Jesus then relates how that the final division of judgment will cut between even those of the same house, the same laboring of grinding the wheat, even the same fields of harvest – all descriptive analogies of the Church.
“Where will this division be?”, they asked.
And His answer is, “Wheresoever the body is, thither will the eagles be gathered together.”
I had to ask, what’s the deal with the eagles? Well, the word is “aeros”, which is translated as “eagles”, taking it’s root meaning from the word “air”, describing how eagles fly. While it may be used to describe an eagle, it also brings up an image of “the Prince of the powers of the air”, the devil himself.

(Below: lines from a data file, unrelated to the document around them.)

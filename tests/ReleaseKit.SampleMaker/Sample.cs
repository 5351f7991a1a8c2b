using ReleaseKit.SampleMaker.Population;
using ReleaseKit.SampleMaker.Tables;

namespace ReleaseKit.SampleMaker;

/// <summary>The sample release, made anew: the households are invented and asked once, their tables noised as often as wished.</summary>
public sealed class Sample
{
    /// <summary>Seeds of the published sample. An office never writes its seed anywhere; these households are invented.</summary>
    public const ulong HouseholdsSeed = 2031;
    public const ulong PublishedSeed = 20320316;
    private readonly ISampleQuery[] queries;

    public Sample()
    {
        var households = Census.Invent(HouseholdsSeed);
        queries =
        [
            new ArrearsTable(households), new OwedTable(households), new TenureTable(households),
            new QuarterTable(households), new WeeksTable(households), new HelpTable(households),
        ];
    }

    public IReadOnlyList<SampleTable> Noised(ulong seed = PublishedSeed)
    {
        var noise = new Noiser(seed);
        return [.. queries.Select(query => query.Noised(noise))];
    }

    /// <summary>Writes the noised tables into FOLDER/tables, and nothing else.</summary>
    public static void Write(IEnumerable<SampleTable> tables, string folder)
    {
        var target = Directory.CreateDirectory(Path.Combine(folder, "tables")).FullName;
        foreach (var table in tables)
            File.WriteAllText(Path.Combine(target, table.File), table.Csv);
    }
}
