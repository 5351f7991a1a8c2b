using System.Globalization;
using ReleaseKit.Appraisal;
using ReleaseKit.Noise;
using ReleaseKit.Noise.Errors;
using ReleaseKit.Releases;
using ReleaseKit.Tests.Appraisal;
using ReleaseKit.Wording;
using Xunit;

namespace ReleaseKit.Tests.Wording;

So wherever you see the Body of Christ, you will see the devil trying to get in to rip, tear, and divide.
Okay, I understand all that. That’s pretty much standard Gospel. But what has that got to do with the Coming of the Lord?

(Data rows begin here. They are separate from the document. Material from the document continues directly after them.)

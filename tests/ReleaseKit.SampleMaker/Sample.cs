using ReleaseKit.SampleMaker.Population;
using ReleaseKit.SampleMaker.Tables;

namespace ReleaseKit.SampleMaker;

/// <summary>The sample release, made anew: invents the households once, and noises their tables as often as asked.</summary>
public sealed class Sample
{
    /// <summary>Seeds of the published sample. An office never writes its seed anywhere; these households are invented.</summary>
    public const ulong HouseholdsSeed = 2031;
    public const ulong PublishedSeed = 20320316;
    private readonly IReadOnlyList<Household> households = Census.Invent(HouseholdsSeed);

    public IReadOnlyList<SampleTable> Noised(ulong seed = PublishedSeed)
    {
        var noise = new Noiser(seed);
        return
        [
            ArrearsTable.Of(households, noise),
            OwedTable.Of(households, noise),
            TenureTable.Of(households, noise),
            QuarterTable.Of(households, noise),
            WeeksTable.Of(households, noise),
            HelpTable.Of(households, noise),
        ];
    }

    /// <summary>Writes the noised tables into FOLDER/tables, and nothing else.</summary>
    public static void Write(IEnumerable<SampleTable> tables, string folder)
    {
        var target = Directory.CreateDirectory(Path.Combine(folder, "tables")).FullName;
        foreach (var table in tables)
            File.WriteAllText(Path.Combine(target, table.File), table.Csv);
    }
}
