def test_a_category_needs_a_mass_only_where_its_formula_does(here: Path) -> None:
    done = call("scan", "lark.csv", "--aircraft", "normal")
    assert (done.code, done.out) == (2, "")
    assert done.err.startswith("exceed: --aircraft: ")
    assert "--mass" in done.err
    assumed = call("scan", "lark.csv", "--aircraft", "normal", "--mass", "960 kg")
    assert assumed.code == 0
    assert "assumed" in assumed.out
    summary = json.loads(call("scan", "lark.csv", "--aircraft", "aerobatic", "--json", "-").out)
    assert {one["limits"] for one in summary["aircraft"]} == {"assumed"}


def test_rules_by_name_and_file_together(here: Path) -> None:
    mine = here / "mine.yaml"
    mine.write_text(
        "format: exceed-rules/1\ntitle: Mine\nrules:\n  - id: gentle\n    title: Gentle\n    quantity: load_factor\n"
        "    limit: 2 g\n    above: {advisory: 100 %}\n"
    )
    summary = json.loads(call("scan", "lark.csv", "--rules", "airframe", "--rules", str(mine), "--json", "-").out)
    assert [one["title"] for one in summary["rules"]] == ["Mine", "Airframe limits"] or {
        one["title"] for one in summary["rules"]
    } == {"Mine", "Airframe limits"}
    assert "gentle" in {event["rule"] for one in summary["recordings"] for event in one["events"]}


def test_one_process_or_two_find_the_same(desk: Path) -> None:
    def found(jobs: str) -> dict[str, Any]:
        done = process("scan", "lark.csv", "fenwick.csv", "empty.csv", "--jobs", jobs, "--json", "-", folder=desk)
        assert done.code == 3
        summary: dict[str, Any] = json.loads(done.out)
        summary.pop("created")
        summary["judged_with"] = [one for one in summary["judged_with"] if one.get("name") != "--jobs"]
        return summary

    assert found("1") == found("2")


def test_a_log_met_twice_is_read_once(here: Path) -> None:
    summary = json.loads(call("scan", "lark.csv", "./lark.csv", "l*.csv", "--json", "-").out)
    assert summary["totals"]["recordings"] == 1


def test_the_nearest_fleet_file_is_used_and_named(tmp_path: Path, monkeypatch: pytest.MonkeyPatch) -> None:
    day = tmp_path / "day"
    shutil.copytree(SAMPLES / "aircraft", day / "aircraft")
    inner = day / "zz-nma" / "may"
    inner.mkdir(parents=True)
    shutil.copy(SAMPLES / "zz-nma" / "nma-1020.csv", inner)
    row = "  - {registration: ZZ-NMA, aircraft: aircraft/larkspur.yaml}\n"
    (day / "fleet.yaml").write_text(f"format: exceed-fleet/1\noperator: Outer\ntime_zone: UTC\naircraft:\n{row}")
    monkeypatch.chdir(day)
    done = call("scan", "zz-nma")
    assert done.code == 0
    assert "fleet file used: ../fleet.yaml" in done.out
    assert "Positive load factor" in done.out
    (inner / "fleet.yaml").write_text(
        "format: exceed-fleet/1\noperator: Inner\naircraft:\n  - {registration: ZZ-NMA}\n"
    )
    nearer = call("scan", "zz-nma")
    assert "fleet file used: may/fleet.yaml" in nearer.out
    assert f"no limits known for this aeroplane: {LARK}" in nearer.out
    # above the PATH given and outside the working folder nothing is looked for
    (inner / "fleet.yaml").unlink()
    (tmp_path / "elsewhere").mkdir()
    monkeypatch.chdir(tmp_path / "elsewhere")
    assert "fleet file used" not in call("scan", str(inner)).out
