"""One direction: what each folder may import is written down here and read from the code, not remembered."""

from __future__ import annotations

import ast
import importlib
import subprocess
import sys
from pathlib import Path

import pytest

import exceed

ROOT = Path(exceed.__file__).parent
HEAVY = {"pandas", "pyarrow", "scipy", "rich", "typer", "plotly", "jinja2"}
# folder or module -> what of ours it may import; the first name that fits counts
MAY = {
    "errors": set(),
    "settings": set(),
    "core": {"core", "errors"},
    "physics": {"physics", "core"},
    "reference": {"reference", "physics", "core"},
    "documents": {"documents", "core", "errors", "physics"},
    "read": {"read", "core", "errors", "documents"},
    "derive": {"derive", "core", "errors", "documents", "physics"},
    "judge": {"judge", "core", "errors", "documents"},
    "report": {"report", "core", "errors"},
    # of the report room only `show`
    "ledger": {"ledger", "core", "errors", "report"},
    "prepare": {"core", "documents", "errors", "settings"},
    "outcomes": {"core", "documents", "judge", "prepare"},
    "boundary": {"core", "documents", "derive", "physics"},
    "envelope_notes": {"boundary", "core", "documents", "derive", "physics"},
    "envelopes": {"boundary", "envelope_notes", "core", "documents", "derive", "errors", "physics"},
    "tallies": {"core", "physics"},
    "spectra": {"core", "documents", "errors", "pipeline", "prepare", "read", "settings", "tallies"},
    "drawing": {"core", "documents", "derive", "envelopes", "judge", "physics"},
    "tables": {"core", "derive", "errors", "report"},
    "batch": {"core", "errors", "pipeline", "prepare", "read", "worker"},
    "lean": set(),
    "worker": {"lean"},
    "cluster": {"batch", "core", "errors", "pipeline", "prepare", "read"},
    "pipeline": {
        "core", "errors", "settings", "documents", "read", "derive", "judge", "prepare", "outcomes", "drawing", "batch",
        "cluster",
    },
    "api": {"pipeline", "report", "settings", "tables"},
    "cli": {
        "cli", "pipeline", "report", "errors", "core", "documents", "read", "settings", "tables", "reference",
        "envelopes", "lean", "ledger", "spectra",
    },
    "__init__": {"api", "errors"},
    "__main__": {"cli"},
}  # fmt: skip
# libraries that must not appear at the top of a module of these folders (inside functions where first needed is fine)
NEVER_AT_TOP = {
    "core": HEAVY,
    "physics": HEAVY | {"pydantic", "yaml"},
    "documents": HEAVY,
    "derive": HEAVY,
    "judge": HEAVY,
    "read": HEAVY - {"pyarrow"},
    "ledger": HEAVY,
    "cli": HEAVY - {"typer"},
}
MODULES = sorted(ROOT.rglob("*.py"))


def room(path: Path) -> str:
    inside = path.relative_to(ROOT)
    return inside.parts[0] if len(inside.parts) > 1 else inside.stem


def imports(path: Path, top_only: bool = False) -> set[str]:
    tree = ast.parse(path.read_text(encoding="utf-8"))
    found: set[str] = set()
    for node in tree.body if top_only else ast.walk(tree):
        if isinstance(node, ast.Import):
            found |= {alias.name for alias in node.names}
        elif isinstance(node, ast.ImportFrom) and node.module and node.level == 0:
            found.add(node.module)
            found |= {f"{node.module}.{alias.name}" for alias in node.names} if node.module == "exceed" else set()
    return found


@pytest.mark.parametrize("path", MODULES, ids=lambda path: str(path.relative_to(ROOT)))
def test_a_room_imports_only_from_rooms_before_it(path):
    allowed = MAY[room(path)]
    ours = {name.split(".")[1] for name in imports(path) if name.startswith("exceed.")} - {"__version__"}
    assert ours <= allowed, f"{path.relative_to(ROOT)} imports {sorted(ours - allowed)}"


@pytest.mark.parametrize("path", MODULES, ids=lambda path: str(path.relative_to(ROOT)))
def test_heavy_libraries_load_where_they_are_needed(path):
    forbidden = NEVER_AT_TOP.get(room(path), set())
    found = {name.split(".")[0] for name in imports(path, top_only=True)}
    assert not found & forbidden


@pytest.mark.parametrize("room_name", ["physics", "judge"])
def test_pure_rooms_touch_no_file_and_no_screen(room_name):
    for path in MODULES:
        if room(path) != room_name:
            continue
        tree = ast.parse(path.read_text(encoding="utf-8"))
        calls = {
            node.func.id for node in ast.walk(tree) if isinstance(node, ast.Call) and isinstance(node.func, ast.Name)
        }
        assert not calls & {"open", "print", "input"}, path
        assert not {name.split(".")[0] for name in imports(path)} & {"os", "io", "pathlib", "sys", "logging"}, path


def modules_after(code: str) -> set[str]:
    script = f"{code}\nimport sys\nprint('\\n'.join(sys.modules))"
    done = subprocess.run([sys.executable, "-c", script], capture_output=True, text=True, check=True)
    return {name.split(".")[0] for name in done.stdout.split()}


def test_help_loads_no_heavy_library():
    code = (
        "from exceed.cli.app import main\ntry:\n    main(['scan', '--help'])\nexcept SystemExit as done:\n"
        "    assert not done.code"
    )
    # typer itself brings pydantic along in its newer versions
    assert not modules_after(code) & {
        "numpy", "pandas", "pyarrow", "scipy", "yaml", "plotly", "jinja2", "sqlalchemy",
    }  # fmt: skip


def test_importing_the_package_loads_nothing_of_it():
    assert not modules_after("import exceed") & {"numpy", "pydantic", "typer", "pandas"}


def test_the_api_is_there_when_asked_for():
    assert callable(exceed.scan)
    assert callable(exceed.trace)
    assert importlib.import_module("exceed.api").Result is exceed.Result
    with pytest.raises(AttributeError, match="no attribute 'nothing'"):
        exceed.nothing  # noqa: B018
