def test_must_see_makes_a_slow_channel_unassessed_but_reports_what_it_shows():
    time, n = ramps([(0, 1), (10, 5), (20, 5), (30, 1)], step=0.25)
    found = judged(make_trace(time, {"load_factor": n}), on_sample(rule("must_see: 0.5 s")))
    assert len(found.events) == 1
    assert found.coverage[0].reasons == (("rate", pytest.approx(30.0)),)
    fast = ramps([(0, 1), (30, 1)], step=0.125)
    assert judged(make_trace(fast[0], {"load_factor": fast[1]}), on_sample(rule("must_see: 0.5 s"))).coverage[
        0
    ].assessed == pytest.approx(30.0)


def test_a_level_turn_can_show_but_never_clear():
    time = np.arange(0.0, 60.0, 0.125)
    bank = np.radians(np.interp(time, [0, 20, 30, 40, 60], [0, 0, 78, 0, 0]))

    def level_turn(bank_angle):
        return 1.0 / np.cos(bank_angle)

    step = Step("load_factor", "level turn", level_turn, {"bank_angle": "bank_angle"}, one_sided=True, cap="possible",
                assumes="level coordinated turn")  # fmt: skip
    trace = make_trace(time, {"bank_angle": bank}, steps={"load_factor": step})
    found = judged(trace, rule())
    (event,) = found.events
    assert event.certainty == "possible"
    assert event.probability < 0.5
    assert found.coverage[0].assessed == 0.0
    assert found.coverage[0].reasons == (("method", pytest.approx(59.875)),)
    assert "level coordinated turn" in event.notes


def test_a_method_that_smooths_cannot_clear_what_it_smooths_away():
    time = np.arange(0.0, 60.0, 0.125)
    step = Step("load_factor", "flight path", lambda pressure_altitude: 1.0 + 0.0 * pressure_altitude,
                {"pressure_altitude": "pressure_altitude"}, reach=1.5)  # fmt: skip
    trace = make_trace(time, {"pressure_altitude": 500.0 + time}, steps={"load_factor": step})
    row = judged(trace, rule("must_see: 0.5 s")).coverage[0]
    assert row.reasons == (("method", pytest.approx(59.875)),)
    assert row.shortest_seen == 3.0
    assert judged(trace, rule("must_see: 4 s")).coverage[0].assessed == pytest.approx(59.875)


def test_limits_of_small_size_collapse_per_cent_levels():
    time, n = ramps([(0, 1), (10, -0.5), (20, 1)])
    text = (
        "rules:\n  - id: low\n    quantity: load_factor\n    judge_on: sample\n    limit: -0.1 g\n"
        "    below: {caution: 100 %, warning: 110 %}\n"
    )
    (event,) = judged(make_trace(time, {"load_factor": n}), text).events
    assert [level.limit for level in event.levels] == [-0.1, -0.1]


def test_below_a_negative_limit_per_cent_goes_further_down():
    time, n = ramps([(0, 1), (10, -3.2), (20, 1)])
    text = (
        "rules:\n  - id: low\n    quantity: load_factor\n    judge_on: sample\n    limit: -3 g\n"
        "    below: {advisory: 90 %, caution: 100 %, warning: 110 %}\n"
    )
    (event,) = judged(make_trace(time, {"load_factor": n}), text).events
    assert event.severity == "caution"
    assert [level.limit for level in event.levels] == pytest.approx([-2.7, -3.0, -3.3])


def test_sided_quantities_are_judged_by_magnitude():
    time, bank = ramps([(0, 0), (10, -70), (20, 0), (30, 70), (40, 0)])
    text = "rules:\n  - id: bank\n    quantity: bank_angle\n    above: {advisory: 60 deg}\n    judge_on: sample\n"
    found = judge_one(make_trace(time, {"bank_angle": np.radians(bank)}), text)
    assert len(found.events) == 2


def judge_one(trace, text, aircraft=None):
    return judge(trace, compile_text(text, trace, aircraft), [])


def test_a_relative_limit_follows_the_other_quantity():
    time, cas = ramps([(0, 80), (10, 50), (20, 80)])
    text = (
        "rules:\n  - id: slow\n    quantity: calibrated_airspeed\n    judge_on: sample\n"
        "    limit: {quantity: stall_speed, times: 1.2, plus: 5 kt}\n    below: {caution: 100 %}\n"
    )
    knot = 1852 / 3600
    trace = make_trace(time, {"calibrated_airspeed": cas * knot, "stall_speed": np.full(len(time), 45 * knot)})
    (event,) = judge_one(trace, text).events
    assert event.limit.value / knot == pytest.approx(59.0)
    assert event.start == pytest.approx(7.0)


def test_a_state_is_dated_by_its_samples():
    time = np.arange(0.0, 20.0, 0.5)
    gear = np.where((time >= 5) & (time < 8), 0.0, 1.0)
    text = "rules:\n  - id: gear\n    quantity: gear_down\n    is: {caution: up}\n"
    (event,) = judge_one(make_trace(time, {"gear_down": gear}, discrete={"gear_down"}), text).events
    assert (event.start, event.end, event.severity) == (5.0, 8.0, "caution")
    assert event.certainty == "established"


def test_a_rate_is_judged_between_samples():
    time, n = ramps([(0, 1), (10, 1), (10.5, 4), (20, 4)])
    text = (
        "rules:\n  - id: onset\n    quantity: {rate_of: load_factor}\n    judge_on: sample\n"
        "    above: {advisory: 5 g/s}\n"
    )
    (event,) = judge_one(make_trace(time, {"load_factor": n}), text).events
    assert event.peak.value == pytest.approx(6.0)


def test_flap_speeds_hold_for_the_next_larger_setting_and_not_with_flaps_up():
    aircraft = aircraft_of(
        "speeds:\n  flaps_extended: [{flaps: 10 deg, maximum: 110 KIAS}, {flaps: 30 deg, maximum: 90 KIAS}]\n"
    )
    knot = 1852 / 3600
    time = np.arange(0.0, 50.0, 1.0)
    flap = np.radians(np.array([0.5, 10.9, 12.0, 40.0, 0.0])[(time // 10).astype(int)])
    speed = np.full(len(time), 100 * knot)
    text = (
        "rules:\n  - id: flaps\n    quantity: airspeed\n    judge_on: sample\n"
        "    limit: aircraft.speeds.flaps_extended\n    above: {caution: 100 %}\n"
    )
    trace = make_trace(time, {"indicated_airspeed": speed, "flap_angle": flap})
    (event,) = judge_one(trace, text, aircraft).events
    assert event.rows == (20, 39)
    assert event.limit.value / knot == pytest.approx(90.0)
    assert judge_one(trace, text, aircraft).coverage[0].assessed == pytest.approx(49.0)


def test_a_missing_fact_is_not_applicable_and_a_missing_channel_unassessed():
    time, n = ramps([(0, 1), (30, 1)])
    trace = make_trace(time, {"load_factor": n})
    text = (
        "rules:\n  - id: vne\n    quantity: airspeed\n    limit: aircraft.speeds.never_exceed\n"
        "    above: {caution: 100 %}\n"
    )
    without = judge_one(trace, text, aircraft_of("")).coverage[0]
    assert (without.not_applicable, without.unassessed) == (30.0, 0.0)
    assert without.reasons[0][0] == "the aircraft file has no never-exceed speed"
    blind = judge_one(trace, text, aircraft_of("speeds: {never_exceed: 175 KIAS}\n")).coverage[0]
    assert (blind.not_applicable, blind.unassessed) == (0.0, 30.0)
    assert blind.reasons[0][0] == "indicated airspeed not recorded"


def test_allowed_time_is_a_note_until_it_is_used_up():
    time, n = ramps([(0, 1), (9, 1), (10, 4.2), (20, 4.2), (21, 1), (39, 1), (40, 4.2), (55, 4.2), (56, 1), (70, 1)])
    trace = make_trace(time, {"load_factor": n})
    text = on_sample(rule("allowed: [{up_to: 107 %, for: 20 s, within: flight}]"))
    first, second = judged(trace, text).events
    assert (first.severity, first.limit_exceeded) == ("advisory", False)
    assert (second.severity, second.limit_exceeded) == ("caution", True)
    window = on_sample(rule("allowed: [{up_to: 107 %, for: 20 s, within: 16 s}]"))
    assert [event.severity for event in judged(trace, window).events] == ["advisory", "advisory"]


def test_beyond_what_is_allowed_is_an_event_at_once():
    time, n = ramps([(0, 1), (9, 1), (10, 4.4), (11, 1), (20, 1)])
    text = on_sample(rule("allowed: [{up_to: 107 %, for: 20 s, within: flight}]"))
    (event,) = judged(make_trace(time, {"load_factor": n}), text).events
    assert event.severity == "caution"


def test_so_many_excursions_make_one_event():
    time, n = ramps([(0, 1), (5, 4.2), (10, 1), (15, 4.2), (20, 1), (25, 4.3), (30, 1)])
    trace = make_trace(time, {"load_factor": n})
    (event,) = judged(trace, on_sample(rule("count: {at_least: 3, within: flight}"))).events
    assert event.rows[1] - event.rows[0] > 150
    assert event.peak.value == pytest.approx(4.3)
    assert judged(trace, on_sample(rule("count: {at_least: 4, within: flight}"))).events == ()


def test_accumulated_time_makes_one_event():
    time, n = ramps([(0, 1), (9, 1), (10, 5), (15, 5), (16, 1), (29, 1), (30, 5), (35, 5), (36, 1), (40, 1)])
    trace = make_trace(time, {"load_factor": n})
    assert len(judged(trace, on_sample(rule("total: {above: 9 s, within: flight}"))).events) == 1
    assert len(judged(trace, on_sample(rule("total: {above: 12 s, within: flight}"))).events) == 0


def test_unknown_mass_gives_both_verdicts_and_is_at_most_possible():
    time = np.arange(0.0, 30.0, 0.5)
    speed = np.interp(time, [0, 15, 30], [40, 30, 40])

    def stall_speed(mass):
        return 28.0 * np.sqrt(mass / 900.0)

    steps = {
        "mass": Step("mass", "not known", None, constant=960.0, assumes="heaviest"),
        "stall_speed": Step("stall_speed", "by mass", stall_speed, {"mass": "mass"}),
    }
    trace = make_trace(time, {"calibrated_airspeed": speed}, steps=steps, spans={"mass": (600.0, 960.0)})
    text = (
        "rules:\n  - id: slow\n    quantity: calibrated_airspeed\n    judge_on: sample\n"
        "    limit: {quantity: stall_speed, times: 1.1}\n    below: {caution: 100 %}\n"
    )
    (event,) = judge_one(trace, text).events
    assert event.certainty == "possible"
    assert "the verdict depends on what is not known: at mass 960 kg: caution; at mass 600 kg: none" in event.notes


def test_what_exists_only_at_moments_is_neither_cut_nor_unassessed_elsewhere():
    time = np.arange(0.0, 60.0, 0.125)
    sink = np.where((time >= 30) & (time < 30.5), 3.5, np.nan)
    text = (
        "rules:\n  - id: sink\n    quantity: touchdown_sink_rate\n    limit: 500 ft/min\n"
        "    above: {caution: 100 %}\n"
    )
    found = judge_one(make_trace(time, {"touchdown_sink_rate": sink}), text)
    (event,) = found.events
    assert event.cut_by is None
    assert found.coverage[0].assessed == pytest.approx(59.875)


def test_saturation_is_at_least():
    time = np.arange(0.0, 20.0, 0.125)
    n = np.minimum(1 + 6 * np.exp(-(((time - 10) / 1.5) ** 2)), 5.0)
    trace = make_trace(time, {"load_factor": n}, more={"load_factor": {"saturation": (-np.inf, 5.0)}})
    (event,) = judged(trace, rule()).events
    assert event.peak.saturated
    assert event.peak.high is None
    assert event.severity == "warning"


SIGNALS = st.lists(st.floats(-1.0, 6.0, allow_nan=False), min_size=2, max_size=60)
HOLES = st.lists(st.integers(0, 59), max_size=8)


def naive_excursions(time, n, limit, gap):
    """Runs of samples above the limit that hang together, one sample after the other."""
    found, previous = [], None
    for t, x in zip(time, n, strict=True):
        if np.isnan(x):
            continue
        if x > limit:
            if previous is not None and previous[1] > limit and t - previous[0] <= gap:
                found[-1][1] = t
            else:
                found.append([t, t])
        previous = (t, x)
    return found


@settings(max_examples=60)
@given(SIGNALS, HOLES, st.integers(2, 30))
def test_fast_agrees_with_obvious_whatever_the_block_size(signal, holes, size):
    n = np.array(signal)
    n[[hole for hole in holes if hole < len(n)]] = np.nan
    time = np.arange(len(n)) * 0.25
    time = time + np.where(np.arange(len(n)) > len(n) // 2, 2.0, 0.0)  # one gap
    trace = make_trace(time, {"load_factor": n}, interval=0.25)
    found = judged(trace, on_sample(rule()), size=size)
    slow = naive_excursions(time, n, 4.0 * (1 + 1e-9), 0.625)
    assert [(time[event.rows[0]], time[event.rows[1]]) for event in found.events] == [tuple(row) for row in slow]
    whole = judged(trace, on_sample(rule()), size=10_000)
    assert repr(whole.events) == repr(found.events)
    for row in found.coverage:
        assert row.assessed + row.unassessed + row.not_applicable == pytest.approx(trace.recording.duration, abs=1e-6)


@settings(max_examples=40)
@given(SIGNALS, st.floats(2.0, 5.0), st.floats(0.0, 1.0))
def test_lowering_a_limit_never_removes_an_excursion(signal, limit, less):
    n = np.array(signal)
    time = np.arange(len(n)) * 0.25
    trace = make_trace(time, {"load_factor": n})
    text = on_sample(rule())
    high = judged(trace, text.replace("4 g", f"{limit:.3f} g")).events
    low = judged(trace, text.replace("4 g", f"{limit - less:.3f} g")).events
    for event in high:
        assert any(one.rows[0] <= event.rows[0] and event.rows[1] <= one.rows[1] for one in low)


@settings(max_examples=40)
@given(SIGNALS)
def test_levels_are_nested_and_a_shift_in_time_shifts_alike(signal):
    n = np.array(signal)
    time = np.arange(len(n)) * 0.25
    found = judged(make_trace(time, {"load_factor": n}), on_sample(rule())).events
    moved = judged(make_trace(time + 1024.0, {"load_factor": n}), on_sample(rule())).events
    assert [event.start + 1024.0 for event in found] == pytest.approx([event.start for event in moved])
    for event in found:
        caution, warning = event.levels
        assert warning.beyond <= caution.beyond
        if warning.start is not None:
            assert caution.start <= warning.start
            assert warning.end <= caution.end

The answer is in verse 33.
“Whosoever shall
seek to save his life shall lose it; and whosoever shall lose his life shall
preserve it.”
Some people seek to serve the Lord with all their hearts and are not only willing, but pressing to sacrifice the things of this world to serve God. Ask them to give up all their possessions, their hard-earned career, their dreams and goals that they had for their futures, everything that the world has offered them, and what do they say? Yes! Without hesitation or regret.
But there are others sitting in the same pew, singing the same Gospel songs, professing the same Jesus, grinding the same wheat, and laboring in the same harvest fields. Everything in their lives run right along in synch with the Church and you would hardly see any difference between them and those who they are mingled with.
But place them in a position of tribulation, of sacrifice, and of deep personal subjection, and suddenly their whole perspective changes. Why look for trouble instead of ease? Why not enjoy prosperity and money instead of poverty and self-sacrifice? Why not seek after blessings instead of suffering?
“After all,” they say, “since Jesus suffered on the Cross, we shouldn’t have to suffer.” Um, that sounds appealing, but it appears you’ve been skipping over some long passages in your Bible reading … that is, if you read at all.
The ultimate test of Christianity is not whether or not you believe that the Gospel is true, but whether or not you will give your life for it – either figuratively or physically.
Yes, you believe in God. Why, you even said a prayer once upon a time up at the altar! But is your heart crucified with Christ? Does the world hold a tether to your heart that you don’t want to give up? Is this Reality more important to you than the next? In the end, people follow their hearts.
It’s easy to be a Christian when life is good, but it is to those pilgrims in this world who look to the Cross for their eternal home who hunger for something different. They are willing to go through valleys, take part in the sufferings of Christ, and refuse what this world has to offer in order to gain that which can only be found at the foot of the Cross.
“These all died in faith, not having received
the promises, but having seen them afar off, and were persuaded of them, and embraced them, and confessed that they were
strangers and pilgrims on the earth.” Hebrews 11:13
And that makes all the difference.
Remember Lot’s wife.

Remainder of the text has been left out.